One of my favorite sci-fi books of all time is Dune by Frank Herbert. In one of the early riveting scenes, Paul Atreides, son of Duke Leto, is given the test of the gom jabbar by the Reverend Mother Gaius Helen Mohiam. Without going into the details of what the test is – you will have to read the book — the purpose of the test is to know if Paul is human. If Paul is not human then he is an animal.
I wrote in yesterdays post about my wife’s surgery to remove a rare cancerous tumor in her abdomen, and what it means to be a mensch, I was surprised that the word had to do with being human. It had me think of Dune. If we are not human then we are an animal.

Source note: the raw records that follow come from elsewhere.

import { expect, test } from 'vitest';
import { InputError } from '../../src/problems/input-error.ts';
import { runCase } from '../../src/run/run-case.ts';

/** A road of 3.3 km; what is asked of it comes last. */
const CASE = (hold: string, requirements = ''): string => `track: {profile: [{length_m: 3300, grade_pct: 1}]}
vehicle:
  mass: {kerb_kg: 125, rider_kg: 75}
  road_load: {cda_m2: 0.58, crr: 0.014}
  drive: {kind: force, peak_force_n: 320, closed_throttle_force_n: 40}
hold: {set_speed_kmh: 60${hold}}
candidates:
  - {name: locked, kind: locked}
  - {name: typed, kind: pi, kp_pct_per_kmh: 4, ti_s: 8}
${requirements}`;
const run = (text: string, overrides: readonly string[] = []) =>
  runCase({ file: 'case.yaml', read: () => new TextEncoder().encode(text), overrides });
const requirement = (where: string): string =>
  `requirements:\n  - {id: R-1, figure: worst_low_kmh, at_least: -90, where: ${where}}\n`;

function refusal(text: string, overrides: readonly string[] = []): InputError {
  try {
    run(text, overrides);
  } catch (error) {
    expect(error).toBeInstanceOf(InputError);
    return error as InputError;
  }
  return expect.unreachable();
}

test('a requirement that begins beyond the end of the road is refused at its key', () => {
  const asked = requirement('{from_km: 10, to_km: 12}');
  const column = asked.split('\n')[1]!.indexOf('10, to') + 1;
  const { code, message } = refusal(CASE('', asked));
  expect(code).toBe('beyond-the-road');
  expect(message).toBe(
    `case.yaml:11:${column}: requirements.R-1.where.from_km: the stretch would begin beyond the end of the road (found 10 km; allowed: less than 3.3 km, the length of the road)`,
  );
  expect(refusal(CASE('', requirement('{from_km: 3.3, to_km: 12}'))).code).toBe('beyond-the-road');
});

test('a change of the set speed beyond the end of the road is refused, beside all else that is', () => {
  const text = CASE(', changes: [{at_km: 1, set_speed_kmh: 50}, {at_km: 50, set_speed_kmh: 60}]');
  const { problems } = refusal(text + requirement('{from_km: 4, to_km: 5}'));
  expect(problems.map(({ place }) => [place.line, place.key])).toEqual([
    [6, 'hold.changes.1.at_km'],
    [11, 'requirements.R-1.where.from_km'],
  ]);
  expect(refusal(text, []).message).toMatch(
    /would change beyond the end of the road \(found 50 km; allowed: less than 3\.3 km/,
  );
  expect(
    refusal(CASE(', changes: [{at_km: 1, set_speed_kmh: 50}]'), ['hold.changes.0.at_km=7']).message,
  ).toMatch(/^--set hold\.changes\.0\.at_km=7: hold\.changes\.0\.at_km: /);
});

test('a shift of the rider beyond the end of the road is refused at its key', () => {
  const engine =
    'kind: engine, torque: {peak_nm: 10, peak_rpm: 6000, falloff: 0.5}, gear_ratios: [25, 15, 11, 9], wheel_radius_m: 0.3, gearbox: {kind: clutch}';
  const text = CASE(', gear: 4, shifts: [{at_km: 1, gear: 3}, {at_km: 3.3, gear: 4}]').replace(
    'kind: force, peak_force_n: 320, closed_throttle_force_n: 40',
    engine,
  );
  expect(refusal(text).problems).toMatchObject([
    {
      code: 'beyond-the-road',
      place: { line: 6, key: 'hold.shifts.1.at_km' },
      found: '3.3 km',
      allowed: 'less than 3.3 km, the length of the road',
    },
  ]);
});

test('on a road there and back the whole way counts', () => {
  const { warnings } = run(CASE('', requirement('{from_km: 4, to_km: 6.6}')), ['track.direction=both']);
  expect(warnings.map(({ code }) => code)).toEqual(['turn-at-speed']);
});

test('a stretch that runs over the end is judged to the end, with a warning', () => {
  const asked = requirement('{from_km: 3, to_km: 12}');
  const column = asked.split('\n')[1]!.indexOf('12}') + 1;
  const { warnings, requirements } = run(CASE('', asked));
  expect(warnings).toEqual([
    {
      code: 'stretch-cut-at-end',
      message: 'R-1 is judged to the end of the road, 3.3 km: its stretch would go on to 12 km.',
      place: { file: 'case.yaml', line: 11, column, key: 'requirements.R-1.where.to_km' },
      from: 3000,
      to: 3300,
    },
  ]);
  expect(requirements.map(({ verdict }) => verdict)).toEqual(['met']);
  expect(run(CASE('', requirement('{from_km: 3, to_km: 3.3}'))).warnings).toEqual([]);
});

test('a change by seconds that a run did not live to see is a warning with who and when', () => {
  // 3.3 km at 60 km/h take 198 s.
  const { warnings } = run(
    CASE(', changes: [{at_s: 190, set_speed_kmh: 59}, {at_s: 500, set_speed_kmh: 60}]'),
  );
  expect(warnings.map(({ code, place }) => [code, place?.key])).toEqual([
    ['change-not-reached', 'hold.changes.1.at_s'],
  ]);
  expect(warnings[0]?.message).toMatch(
    /^The set speed did not change at 500 s: the run had ended before it \(locked after \d+\.\d s, typed after 19\d\.\d s\)\.$/,
  );
});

At work the other day one of the Executive Assistants pulled me aside. She wanted me to know that many men in my situation, (she knew that I had come out as gay and separated from my wife over three years ago), would not have stood by their wives as they went though weeks of navigating a rare and challenging cancer. She told me that it said something about who I was as a person. “You are a good guy,” she said patting my shoulder before walking away.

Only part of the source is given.